Arrhythmia is a varying rhythm in one’s heartbeat. It happens when signals from the brain to the heart are not able to regulate its beat normally. As a result, the heart will beat too quickly (tachycardia) or slowly (bradycardia). (Fig. 1).
This blog continues our look at ECG classification with deep learning, using the ECG heartbeat categorization dataset on Kaggle. In this article I want to discuss how to tackle multiclass classification: The dataset, which was compiled and pre-processed from PhysioNet’s MIT-BIH Arrhythmia Database, contains five different types of beat categories.
PhysioNet's MIT-BIH Arrhythmia Data
The ECG heartbeat categorization dataset on Kaggle is composed of two collections of heartbeat signals taken from two famous datasets in heartbeat classification, the MIT-BIH Arrhythmia dataset and the PTB diagnostic ECG database. In our first article about ECG classification with deep learning, we trained our model on the PTB dataset, which has 2 categories of heartbeat signals. In this article, we are going to be training our model on the MIT-BIH Arrhythmia dataset, which contains 5 different heartbeat signal categories.
In the Kaggle heartbeat dataset you'll find “mitbih_train.csv” and “mitbih_test.csv.” among the four files. As the names suggest, we have one file for model training purposes and another for testing purposes. There are 188 columns in each file, just like for the PTB dataset. The target column has five class attributes: 0,1,2,3, and 4. These are their definitions:
0 - “N” for normal heartbeats
1 - “S” for supra-ventricular premature
2 - “V” for ventricular escape
3 - “F” for fusion of ventricular and normal
4 - “Q” for unclassified heartbeats
Details for each of the classes can be found in Fig. 2, with the descriptions from the associated research paper by the authors.

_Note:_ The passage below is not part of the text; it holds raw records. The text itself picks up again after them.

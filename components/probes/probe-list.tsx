"use client";

import { useState } from "react";
import Link from "next/link";
import { failureOf, send } from "@/lib/client/fetcher";
import { useProbes } from "@/lib/client/hooks/use-probes";
import { useSend } from "@/lib/client/use-send";
import { probesKey } from "@/lib/client/swr-keys";
import type { ProbeRow, RegisteredProbe, RotatedToken } from "@/lib/client/wire";
import { presenceWords } from "@/lib/domain/probe-presence";
import { Mark, type MarkName } from "@/components/ui/marks";
import type { PublicAddresses } from "@/lib/domain/probe-snippets";
import type { ProbePresenceState } from "@/lib/domain/vocabulary";
import { ConnectProbe } from "./connect-probe";

type ZoneOption = { id: string; label: string };

// Presence by word and shape, never by colour alone, with the marks of the registry: a wriggle
// reports, a wriggle run flat has gone quiet (the silent-probe alert's word), dashes have not sent yet.
const PRESENCE_LOOK: Record<ProbePresenceState | "archived", { cls: string; mark: MarkName }> = {
  reporting: { cls: "bg-leaf-100 text-leaf-700 ring-leaf-500", mark: "reporting" },
  silent: { cls: "bg-straw-100 text-straw-800 ring-straw-600 font-bold ring-2", mark: "silent" },
  "no-reading-yet": { cls: "bg-soil-100 text-soil-700 ring-soil-300", mark: "waiting" },
  archived: { cls: "bg-soil-100 text-soil-700 ring-soil-300", mark: "archived" },
};

function Presence({ probe, headline }: { probe: ProbeRow; headline: string }) {
  const look = PRESENCE_LOOK[probe.archivedAt ? "archived" : probe.presence.state];
  return (
    <span
      data-presence={probe.archivedAt ? "archived" : probe.presence.state}
      className={`inline-flex shrink-0 items-center gap-1 rounded-full px-2 py-0.5 text-sm ring-1 ${look.cls}`}
    >
      <Mark name={look.mark} size={14} />
      {probe.archivedAt ? "archived" : headline}
    </span>
  );
}

type Shown = { probeId: number; code: string; token: string; reportIntervalS: number; from: "register" | "rotate" };

export function ProbeList({
  farmId,
  zones,
  canManage,
  addresses,
}: {
  farmId: string;
  zones: ZoneOption[];
  canManage: boolean;
  addresses: PublicAddresses | null;
}) {
  const { data, error, mutate } = useProbes(farmId);
  const [shown, setShown] = useState<Shown | null>(null);
  const { busy, errors, setErrors, run } = useSend();

  async function register(e: React.FormEvent<HTMLFormElement>) {
    e.preventDefault();
    const f = new FormData(e.currentTarget);
    const sent = await run(() =>
      send<RegisteredProbe>("POST", probesKey(farmId)!, {
        code: f.get("code"),
        zoneId: f.get("zoneId") || null,
        label: f.get("label") || null,
        metrics: f.getAll("metrics"),
      }),
    );
    if (!sent.ok) return;
    const body = sent.value;
    (e.target as HTMLFormElement).reset();
    // The list first, so the box below it does not move once shown.
    await mutate();
    setShown({ probeId: body.probe.id, code: body.probe.code, token: body.token, reportIntervalS: body.probe.reportIntervalS, from: "register" });
  }

  async function newToken(p: ProbeRow) {
    if (!confirm(`Replace the token of ${p.code}? The probe stops reporting until it has the new one.`)) return;
    try {
      const { token } = await send<RotatedToken>("POST", `/api/probes/${p.id}/token`);
      setShown({ probeId: p.id, code: p.code, token, reportIntervalS: p.reportIntervalS, from: "rotate" });
    } catch (err) {
      setErrors({ form: failureOf(err).message });
    }
  }

  async function archive(p: ProbeRow, archived: boolean) {
    try {
      await send("PATCH", `/api/probes/${p.id}`, { archived });
    } catch (err) {
      setErrors({ form: failureOf(err).message });
    }
    await mutate();
  }

  // The token and how to connect, where the owner tapped: at the register form, or under the probe given a new token.
  const connect = (from: Shown["from"], probeId?: number) =>
    shown && addresses && shown.from === from && (probeId === undefined || shown.probeId === probeId) ? (
      <ConnectProbe
        code={shown.code}
        token={shown.token}
        reportIntervalS={shown.reportIntervalS}
        addresses={addresses}
        probeHref={`/farms/${farmId}/probes/${shown.probeId}`}
        onDone={() => setShown(null)}
      />
    ) : null;

  if (!data) return <p className="p-4">{error ? error.message : "Loading…"}</p>;
  return (
    <div className="space-y-4 p-3">
      {data.probes.length === 0 && (
        <p className="rounded-2xl bg-white p-4 ring-1 ring-soil-300">No probes yet.{canManage ? " Register the first one below." : ""}</p>
      )}
      <ul className="space-y-2">
        {data.probes.map((p) => {
          const presence = presenceWords(p.presence, data.at, data.timeZone);
          return (
            <li key={p.id} className={`rounded-2xl bg-white p-4 ring-1 ring-soil-300 ${p.archivedAt ? "opacity-60" : ""}`}>
              <div className="flex items-baseline justify-between gap-2">
                <h2 className="font-bold">{p.label ?? p.code}</h2>
                <Presence probe={p} headline={presence.headline} />
              </div>
              <p className="text-sm text-soil-700">
                {p.code} · {p.binName ? `${p.binName}, ${p.zoneKind} zone` : "not placed in a zone"}
              </p>
              {!p.archivedAt && <p className="tabular text-sm">{presence.detail}</p>}
              <p className="tabular text-sm text-soil-700">
                Reports every {p.reportIntervalS} s{p.connected ? " · connection open now" : ""}
                {p.batteryV != null ? ` · battery ${p.batteryV.toFixed(2)} V` : ""}
                {p.signalDbm != null ? ` · signal ${p.signalDbm} dBm` : ""}
                {p.firmware ? ` · ${p.firmware}` : ""}
              </p>
              <Link href={`/farms/${farmId}/probes/${p.id}`} className="inline-flex min-h-11 items-center text-soil-700 underline underline-offset-4">
                Health, refused messages and calibration
              </Link>
              {canManage && (
                <div className="mt-2 flex flex-wrap gap-2">
                  {!p.archivedAt && (
                    <button onClick={() => newToken(p)} className="min-h-11 rounded-lg px-3 ring-1 ring-soil-300">
                      New token
                    </button>
                  )}
                  <button onClick={() => archive(p, !p.archivedAt)} className="min-h-11 rounded-lg px-3 ring-1 ring-soil-300">
                    {p.archivedAt ? "Bring back" : "Archive"}
                  </button>
                </div>
              )}
              {connect("rotate", p.id)}
            </li>
          );
        })}
      </ul>
      {connect("register")}
      {canManage && (
        <form onSubmit={register} className="space-y-3 rounded-2xl bg-white p-4 ring-1 ring-soil-300">
          <h2 className="text-lg font-bold">Register a probe</h2>
          <label className="block">
            <span className="block font-bold">Probe code</span>
            <input
              name="code"
              required
              placeholder="shed-03"
              aria-invalid={!!errors.code}
              className="h-12 w-full rounded-xl border border-soil-300 bg-paper px-3"
            />
            {errors.code && <span className="text-sm text-clay-700">{errors.code}</span>}
          </label>
          <label className="block">
            <span className="block font-bold">Zone</span>
            <select name="zoneId" aria-invalid={!!errors.zoneId} className="h-12 w-full rounded-xl border border-soil-300 bg-paper px-3">
              <option value="">Not placed yet</option>
              {zones.map((z) => (
                <option key={z.id} value={z.id}>
                  {z.label}
                </option>
              ))}
            </select>
            {errors.zoneId && <span className="text-sm text-clay-700">{errors.zoneId}</span>}
          </label>
          <label className="block">
            <span className="block font-bold">Label (optional)</span>
            <input name="label" className="h-12 w-full rounded-xl border border-soil-300 bg-paper px-3" />
          </label>
          <fieldset>
            <legend className="font-bold">Measures</legend>
            {[
              ["temperature", "Temperature"],
              ["moisture", "Moisture (calibrated)"],
              ["moisture-raw", "Moisture (raw count)"],
              ["ammonia", "Ammonia"],
            ].map(([v, l]) => (
              <label key={v} className="flex min-h-11 items-center gap-2">
                <input type="checkbox" name="metrics" value={v} defaultChecked={v === "temperature" || v === "moisture"} className="h-5 w-5" /> {l}
              </label>
            ))}
            {errors.metrics && <span className="text-sm text-clay-700">{errors.metrics}</span>}
          </fieldset>
          <p className="text-sm text-soil-700">
            Power probes from a low-voltage supply with ground-fault protection, as your local electrical code requires; keep mains connections out of damp
            bedding. Follow local codes and licensed practice.
          </p>
          <button disabled={busy} className="min-h-12 rounded-xl bg-leaf-700 px-4 font-bold text-white disabled:opacity-60">
            {busy ? "Registering…" : "Register"}
          </button>
          <p aria-live="polite" className="text-sm text-clay-700">
            {errors.form}
          </p>
        </form>
      )}
    </div>
  );
}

The training set has 87,554 rows, while the test set has 21,892 rows. The train set is highly imbalanced, with normal heartbeats labeled “0.0” (83% from Fig. 3). Next I’ll discuss my data preparation approach to train an unbiased model.
Treating class imbalance for multiple classes
For an unbiased model, class variables were shuffled and converted to string. I visualized the distribution of rows in the training set (the blue annotation block in Fig. 4). Class variables are one-hot encoded and splitted such that the bottom port outputs all rows corresponding to “normal” class and rest in the top port. Using the “Bootstrap Sampling” node, the “normal” class is downsampled to return 25% of total normal heartbeats in the dataset. The downsampled table is concatenated with the rest of the rows belonging to other classes. The resulting table is manipulated using a “SMOTE” node by oversampling minority classes.
Using SMOTE on a large dataset with multiple class variables is a time-consuming process. To make it relatively faster, downsampling of the majority class is carried out before oversampling. The final output now has equal proportions of rows. “CSV Writer'' is used to write the updated table in the data area of the workflow to avoid repeating the process and save time (Fig. 4).
Now that my data is resampled, I will proceed with the data modeling. Training data is partitioned with 80/20 split. Since test data is already provided, 20% of partitioned data was used for validation on each epoch by Keras Network Learner Node.
The neural network used is the same as in Part 1 of the blog. However, since it's a multiclass problem, the loss function used here is “Categorical Cross-Entropy,” and it’s optimized using Adam in Keras Network Learner Node. The rest of the optimizer settings can be seen in Fig. 5. Training the model took around 5 minutes and 37 seconds, with a validation accuracy of approximately 97%.
Similarly to the workflow from Part 1, a Keras Network Executor Node is used to make predictions on the test set provided by the authors. The “Many to One” node is used to extract predictions with maximum probability, while model performance is measured using the “Scorer“ node. As seen in Fig. 6, the model makes predictions with 94.1% accuracy, with 20,617 rows correctly identified and 1,275 wrongly classified.
In this second article on ECG classification, I have discussed an arrhythmia dataset, which is available on Kaggle. The dataset was highly imbalanced, with the majority class being “Normal Heartbeat.” The imbalance was adjusted using Bootstrap Sampling (downsampling) of the majority class and oversampling of the minority class using the SMOTE technique.
Similarly to before, data was trained using 1-Dimensional Convolutional Neural Network architecture, including Batch Normalization and Max Pooling. The model performed with a higher accuracy on the test set. The complete workflow can be found on the KNIME Hub under the Digital Health public space.
The workflow group comprising the ECG arrhythmia classification on the KNIME Hub is ECG PTB and MIT-BIH Data Analysis & Modeling,” under the name “ecg_cnn_mit.” Figure 7 shows the main workflow of the ECG classification using the arrhythmia dataset.